I was wondering if anyone had tips on how they got their hedgie to not be so skittish. Fitz is friendly but really chill. He is not the adventurous or curious type our bonding time mostly consists of him napping on me. If he decides to walk around and explore a bit he just finds a place to stick his head under. lol. Anyways, even when I am holding him if I move my fingers he will jump and huff a bit. If he is laying on my lap and he sticks his nose out to sniff and look around and I move any part of my body he will jump and huff and bury his face. Even if I just start talking to him he will jump and huff. He always calms down nearly immediately and he does it even when his quills are down. I try my best to move slowly and talk quietly etc, but like I said it can be the smallest of things, like my fingers when he is in my hand. Sometimes if he is particularly happy and maybe has had a few meal worms he will let me pet his back without huffing and even if he does huff if I keep up with softly petting him or whatever I am doing he will calm down and stop reacting to my movements. Oh also typing. If he is sitting here when I'm on my laptop and he starts feeling my hands and fingers moving with the sound of typing he will jump and huff and then just lay back down. It's so silly to me.

I'm not particuarly worried about it, as I figure it is probably just his personality, but I do feel bad because it seems like I am scaring him all the time! So does anyone have any tips or tricks they have come up with when dealing with a particularly skittish, yet nice hog?


----------



## moxieberry (Nov 30, 2011)

The best method, in my experience, is to make a point of exposing them to things that are going to make them react. The more they experience those things - sounds in particular - the more used to them they get. Some hedgehogs will always react a little bit, but the "move slowly and talk quietly" thing is counter-productive. Don't try to avoid doing things that will make him flinch, huff, etc. - try for the opposite. Anything that bothers him is going to be better for him in the long run. 

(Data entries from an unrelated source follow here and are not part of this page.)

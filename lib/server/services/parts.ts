import "server-only";
import { and, asc, count, eq, ilike, isNotNull, isNull, or, sql } from "drizzle-orm";
import { db, type Database } from "@/db";
import { estimateLines, estimateRevisions, estimates, parts, partStockTakes, type Part } from "@/db/schema";
import { transaction, type TxContext } from "@/db/transaction";
import { audit } from "@/lib/server/audit";
import { AppError } from "@/lib/server/errors";
import { getShop } from "@/lib/server/services/shop";
import { isEngineError } from "@/lib/engine/engine-error";
import { toMinor } from "@/lib/engine/pricing/money";
import { partUnitPriceMinor, type PartsCatalogue } from "@/lib/engine/pricing/parts";
import { percentToBp, type PartFormValues, type PartUpdate } from "@/lib/validation/parts";

// The shop's parts catalogue: the office keeps it, the bench searches it, estimates price from it.

export type PartView = {
  id: string;
  /** Set on the parts the checklist rules call for; never shown, only kept. */
  checklist: boolean;
  name: string;
  supplierRef: string | null;
  costMinor: number;
  markupBp: number | null;
  /** The markup that applies: the part's own, else the shop's default. */
  effectiveMarkupBp: number;
  unitPriceMinor: number;
  stock: number | null;
  retired: boolean;
  usedOnEstimates: number;
  updatedAt: string;
};

function view(row: Part, defaultMarkupBp: number, used = 0): PartView {
  const effective = row.markupBp ?? defaultMarkupBp;
  return {
    id: row.id,
    checklist: row.code !== null,
    name: row.name,
    supplierRef: row.supplierRef,
    costMinor: row.costMinor,
    markupBp: row.markupBp,
    effectiveMarkupBp: effective,
    unitPriceMinor: partUnitPriceMinor(row.costMinor, effective),
    stock: row.stock,
    retired: row.retiredAt !== null,
    usedOnEstimates: used,
    updatedAt: row.updatedAt.toISOString(),
  };
}

function likePattern(q: string): string {
  return `%${q.replace(/[\\%_]/g, (c) => `\\${c}`)}%`;
}

function matches(q: string) {
  if (!q) return undefined;
  const p = likePattern(q);
  return or(ilike(parts.name, p), ilike(parts.supplierRef, p));
}

/** How many sent estimate lines name each part. */
async function usesByPart(tx: Database): Promise<Map<string, number>> {
  const used = await tx
    .select({ partId: estimateLines.partId, n: count() })
    .from(estimateLines)
    .where(isNotNull(estimateLines.partId))
    .groupBy(estimateLines.partId);
  return new Map(used.map((u) => [u.partId!, Number(u.n)]));
}

/** The office list: every part matching the search, in the catalogue first, by name. */
export async function listParts({
  q = "",
  show = "active",
  tx = db,
}: { q?: string; show?: "active" | "retired" | "all"; tx?: Database } = {}): Promise<PartView[]> {
  const shop = await getShop(tx);
  const uses = await usesByPart(tx);
  const rows = await tx
    .select()
    .from(parts)
    .where(and(matches(q), show === "active" ? isNull(parts.retiredAt) : show === "retired" ? isNotNull(parts.retiredAt) : undefined))
    .orderBy(sql`${parts.retiredAt} is not null`, asc(sql`lower(${parts.name})`));
  return rows.map((r) => view(r, shop.policy.parts.defaultMarkupBp, uses.get(r.id) ?? 0));
}

export type PartSearchHit = Pick<
  PartView,
  "id" | "name" | "supplierRef" | "costMinor" | "effectiveMarkupBp" | "unitPriceMinor" | "stock"
> & {
  /** The checklist's code of the part, kept in the line's code (data, never shown). */
  code: string | null;
};

/** The builder's type-ahead: parts still in the catalogue whose name or supplier reference holds the text. */
export async function searchParts({ q, limit, tx = db }: { q: string; limit: number; tx?: Database }): Promise<PartSearchHit[]> {
  const shop = await getShop(tx);
  const rows = await tx
    .select()
    .from(parts)
    .where(and(isNull(parts.retiredAt), matches(q)))
    // Names that start with the text first, then the rest, each by name.
    .orderBy(
      sql`lower(${parts.name}) like ${`${q.toLowerCase().replace(/[\\%_]/g, (c) => `\\${c}`)}%`} desc`,
      asc(sql`lower(${parts.name})`),
    )
    .limit(limit);
  return rows.map((r) => {
    const v = view(r, shop.policy.parts.defaultMarkupBp);
    return {
      id: v.id,
      code: r.code,
      name: v.name,
      supplierRef: v.supplierRef,
      costMinor: v.costMinor,
      effectiveMarkupBp: v.effectiveMarkupBp,
      unitPriceMinor: v.unitPriceMinor,
      stock: v.stock,
    };
  });
}

/** The checklist's parts by code, as the automatic part lines price them (retired ones are not offered). */
export async function checklistCatalogue(
  tx: Database = db,
  { includeRetired = false }: { includeRetired?: boolean } = {},
): Promise<{ catalogue: PartsCatalogue; partIds: Record<string, string> }> {
  const rows = await tx
    .select()
    .from(parts)
    .where(and(isNotNull(parts.code), includeRetired ? undefined : isNull(parts.retiredAt)));
  const catalogue: Record<string, { title: string; costMinor: number; markupBp?: number }> = {};
  const ids: Record<string, string> = {};
  for (const r of rows) {
    catalogue[r.code!] = { title: r.name, costMinor: r.costMinor, ...(r.markupBp !== null ? { markupBp: r.markupBp } : {}) };
    ids[r.code!] = r.id;
  }
  return { catalogue, partIds: ids };
}

/** Stock and names of the given parts, for the builder's warnings and the lines of parts since retired. */
export async function partsByIds(ids: readonly string[], tx: Database = db) {
  if (ids.length === 0) return {};
  const rows = await tx
    .select({ id: parts.id, name: parts.name, stock: parts.stock, retiredAt: parts.retiredAt })
    .from(parts)
    .where(sql`${parts.id} in ${ids}`);
  return Object.fromEntries(rows.map((r) => [r.id, { name: r.name, stock: r.stock, retired: r.retiredAt !== null }]));
}

/** The number of parts priced in the shop currency, for the currency-change rule. */
export async function countCatalogueParts(tx: Database = db): Promise<number> {
  const [row] = await tx.select({ n: count() }).from(parts);
  return Number(row?.n ?? 0);
}

function columnsFrom(input: Partial<PartFormValues>, exponent: number, currency: string) {
  const out: Partial<Pick<Part, "name" | "supplierRef" | "costMinor" | "markupBp" | "stock">> = {};
  if (input.name !== undefined) out.name = input.name;
  if (input.supplierRef !== undefined) out.supplierRef = input.supplierRef === "" ? null : input.supplierRef;
  if (input.cost !== undefined) {
    try {
      out.costMinor = toMinor(input.cost, exponent, "cost");
    } catch (e) {
      if (!isEngineError(e)) throw e;
      const m =
        e.code === "amount-precision"
          ? `Cost: ${currency} has ${exponent === 0 ? "no" : exponent} decimal place${exponent === 1 ? "" : "s"}.`
          : "Cost: that is above what the payment processor accepts.";
      throw new AppError("invalid_input", m, { cost: m });
    }
  }
  if (input.markupPercent !== undefined) out.markupBp = input.markupPercent === "" ? null : percentToBp(input.markupPercent);
  if (input.stock !== undefined) out.stock = input.stock === "" ? null : Number(input.stock);
  return out;
}

function auditDoc(row: Part) {
  return {
    name: row.name,
    supplierRef: row.supplierRef,
    costMinor: row.costMinor,
    markupBp: row.markupBp,
    stock: row.stock,
    retired: row.retiredAt !== null,
  };
}

function changed(before: Record<string, unknown>, after: Record<string, unknown>) {
  const b: Record<string, unknown> = {};
  const a: Record<string, unknown> = {};
  for (const k of Object.keys(after))
    if (JSON.stringify(before[k]) !== JSON.stringify(after[k])) {
      b[k] = before[k];
      a[k] = after[k];
    }
  return { before: b, after: a };
}

export async function createPart({ input, actorId }: { input: PartFormValues; actorId: string }): Promise<PartView> {
  return transaction(async (ctx) => {
    const shop = await getShop(ctx.tx);
    const cols = columnsFrom(input, shop.policy.currency.exponent, shop.policy.currency.code);
    const [row] = await ctx.tx
      .insert(parts)
      .values({ name: input.name, costMinor: cols.costMinor!, ...cols, createdBy: actorId, updatedBy: actorId })
      .returning();
    await audit(ctx, { actorId, action: "part.add", entity: "part", entityId: row!.id, before: null, after: auditDoc(row!) });
    return view(row!, shop.policy.parts.defaultMarkupBp);
  });
}

async function lockPart(ctx: TxContext, id: string): Promise<Part> {
  const [row] = await ctx.tx.select().from(parts).where(eq(parts.id, id)).for("update").limit(1);
  if (!row) throw new AppError("not_found", "That part is not in the catalogue.");
  return row;
}

/** Edits a part, retires it (kept for the estimates that show it, no longer offered) or returns it. */
export async function updatePart(ctx: TxContext, { id, input, actorId }: { id: string; input: PartUpdate; actorId: string }) {
  const before = await lockPart(ctx, id);
  const shop = await getShop(ctx.tx);
  const { retired, ...fields } = input;
  const patch: Partial<Part> = columnsFrom(fields, shop.policy.currency.exponent, shop.policy.currency.code);
  if (retired !== undefined) patch.retiredAt = retired ? (before.retiredAt ?? new Date()) : null;
  const [row] = await ctx.tx
    .update(parts)
    .set({ ...patch, updatedAt: new Date(), updatedBy: actorId })
    .where(eq(parts.id, id))
    .returning();
  const diff = changed(auditDoc(before), auditDoc(row!));
  const action =
    retired === true && !before.retiredAt ? "part.retire" : retired === false && before.retiredAt ? "part.return" : "part.edit";
  await audit(ctx, { actorId, action, entity: "part", entityId: id, ...diff });
  return view(row!, shop.policy.parts.defaultMarkupBp, (await usesByPart(ctx.tx)).get(id) ?? 0);
}

/** Only a mistaken entry can be deleted: a part an estimate or a checklist rule uses is retired instead. */
export async function deletePart(ctx: TxContext, { id, actorId }: { id: string; actorId: string }) {
  const row = await lockPart(ctx, id);
  if (row.code !== null)
    throw new AppError("conflict", "The checklist calls for this part, so it stays in the catalogue. Retire it instead.");
  const [onLines] = await ctx.tx.select({ n: count() }).from(estimateLines).where(eq(estimateLines.partId, id));
  const [inDrafts] = await ctx.tx
    .select({ n: count() })
    .from(estimates)
    .where(sql`${estimates.draft}::text like ${`%"partId": "${id}"%`} or ${estimates.draft}::text like ${`%"partId":"${id}"%`}`);
  const [taken] = await ctx.tx.select({ n: count() }).from(partStockTakes).where(eq(partStockTakes.partId, id));
  if (Number(onLines?.n) + Number(inDrafts?.n) + Number(taken?.n) > 0)
    throw new AppError("conflict", "An estimate uses this part, so it stays in the catalogue for it. Retire it instead.");
  await ctx.tx.delete(parts).where(eq(parts.id, id));
  await audit(ctx, { actorId, action: "part.delete", entity: "part", entityId: id, before: auditDoc(row), after: null });
  return { id, deleted: true };
}

// ---- Stock ----
// Stock is counted only for parts with a count. It is taken when the owner approves a revision (the shop
// sets the parts aside for that job), as the difference from what the job's earlier approved revision took,
// and given back when the job is cancelled before the bench. The count may go below zero: an approval is
// never refused for stock, the builder warns instead. Each change is one UPDATE of the part row (a row lock),
// so two approvals at once both count.

async function moveStock(
  ctx: TxContext,
  { jobId, want, actorId, why }: { jobId: string; want: Map<string, number>; actorId: string | null; why: string },
) {
  const had = await ctx.tx
    .select({ partId: partStockTakes.partId, quantity: partStockTakes.quantity })
    .from(partStockTakes)
    .where(eq(partStockTakes.jobId, jobId))
    .for("update");
  const before = new Map(had.map((h) => [h.partId, h.quantity]));
  const ids = new Set([...before.keys(), ...want.keys()]);
  const moved: Record<string, number> = {};
  for (const partId of [...ids].sort()) {
    const delta = (want.get(partId) ?? 0) - (before.get(partId) ?? 0);
    if (delta === 0) continue;
    const [row] = await ctx.tx
      .update(parts)
      .set({ stock: sql`${parts.stock} - ${delta}` })
      .where(and(eq(parts.id, partId), isNotNull(parts.stock)))
      .returning({ stock: parts.stock });
    if (want.get(partId)) {
      await ctx.tx
        .insert(partStockTakes)
        .values({ jobId, partId, quantity: want.get(partId)! })
        .onConflictDoUpdate({ target: [partStockTakes.jobId, partStockTakes.partId], set: { quantity: want.get(partId)! } });
    } else {
      await ctx.tx.delete(partStockTakes).where(and(eq(partStockTakes.jobId, jobId), eq(partStockTakes.partId, partId)));
    }
    if (row) moved[partId] = -delta;
  }
  if (Object.keys(moved).length)
    await audit(ctx, { actorId, action: "part.stock", entity: "job", entityId: jobId, before: null, after: { why, moved } });
}

/** On approval: the job holds the counted parts of this revision (covered lines' parts too: they are fitted all the same). */
export async function takeStockForRevision(
  ctx: TxContext,
  { jobId, revisionId, actorId }: { jobId: string; revisionId: string; actorId: string | null },
) {
  const lines = await ctx.tx
    .select({ partId: estimateLines.partId, quantity: estimateLines.quantity })
    .from(estimateLines)
    .innerJoin(estimateRevisions, eq(estimateRevisions.id, estimateLines.revisionId))
    .where(and(eq(estimateLines.revisionId, revisionId), isNotNull(estimateLines.partId)));
  const want = new Map<string, number>();
  for (const l of lines) want.set(l.partId!, (want.get(l.partId!) ?? 0) + l.quantity);
  await moveStock(ctx, { jobId, want, actorId, why: "approved" });
}

/** On cancellation before the bench: everything the job held goes back on the shelf. */
export async function returnStockForJob(ctx: TxContext, { jobId, actorId }: { jobId: string; actorId: string | null }) {
  await moveStock(ctx, { jobId, want: new Map(), actorId, why: "cancelled" });
}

Taking a hedgehog out on little trips (to the store, running errands, whatever) in a carry bag is one of the best ways to socialize them. You can also set up a small radio near the cage and have it on at a normal volume (not excessively loud, but also not quiet) for at least a few hours each day, which will help get him used to having regular noise around and eventually he'll be less bothered by it. If he doesn't like when you move too quickly or shift around while he's sleeping on you, make a point of manhandling him - and again, the carry bag thing comes in handy for this. You can carry him around with you while you do things around the house, even for hours at a time, and the jostling will become something he's more accustomed to. Use a regular tone of voice. Don't shy away from things like the sound of typing, vacuuming, using a blender, playing music, or loud noises on TV or from video/computer games. Better yet, make a point of having him out, in your hands or in a carry bag, when you do those things, so he has close proximity. The point is to bother him until he's not bothered anymore.


----------



## momIImany (Oct 14, 2012)

Great advice, I'll have to try that too! Thanks. Oh, by the way Moxieberry, who is that beautiful face in your avitar?


----------



## ktdid (Aug 7, 2012)

Hmmm I'll start carrying him more around the house maybe then. I tend to be pretty quiet and live alone and don't watch much tv and stuff (I'm a reader) so maybe that is the problem. I do try to take him places. At least once a week we go out somewhere, either to my mom or dads (who both of dogs and stuff), or he has been with me to starbucks for study groups and just this past sunday we went to the pet store and tractor supply with my dad and his giant dog. I definitely do not shy away from doing things that make him flinch or walk around him on tip toes or anything. So I feel like I am doing the things you mentioned but maybe I need to be more aggressive about it and make sure he goes places with me more often. 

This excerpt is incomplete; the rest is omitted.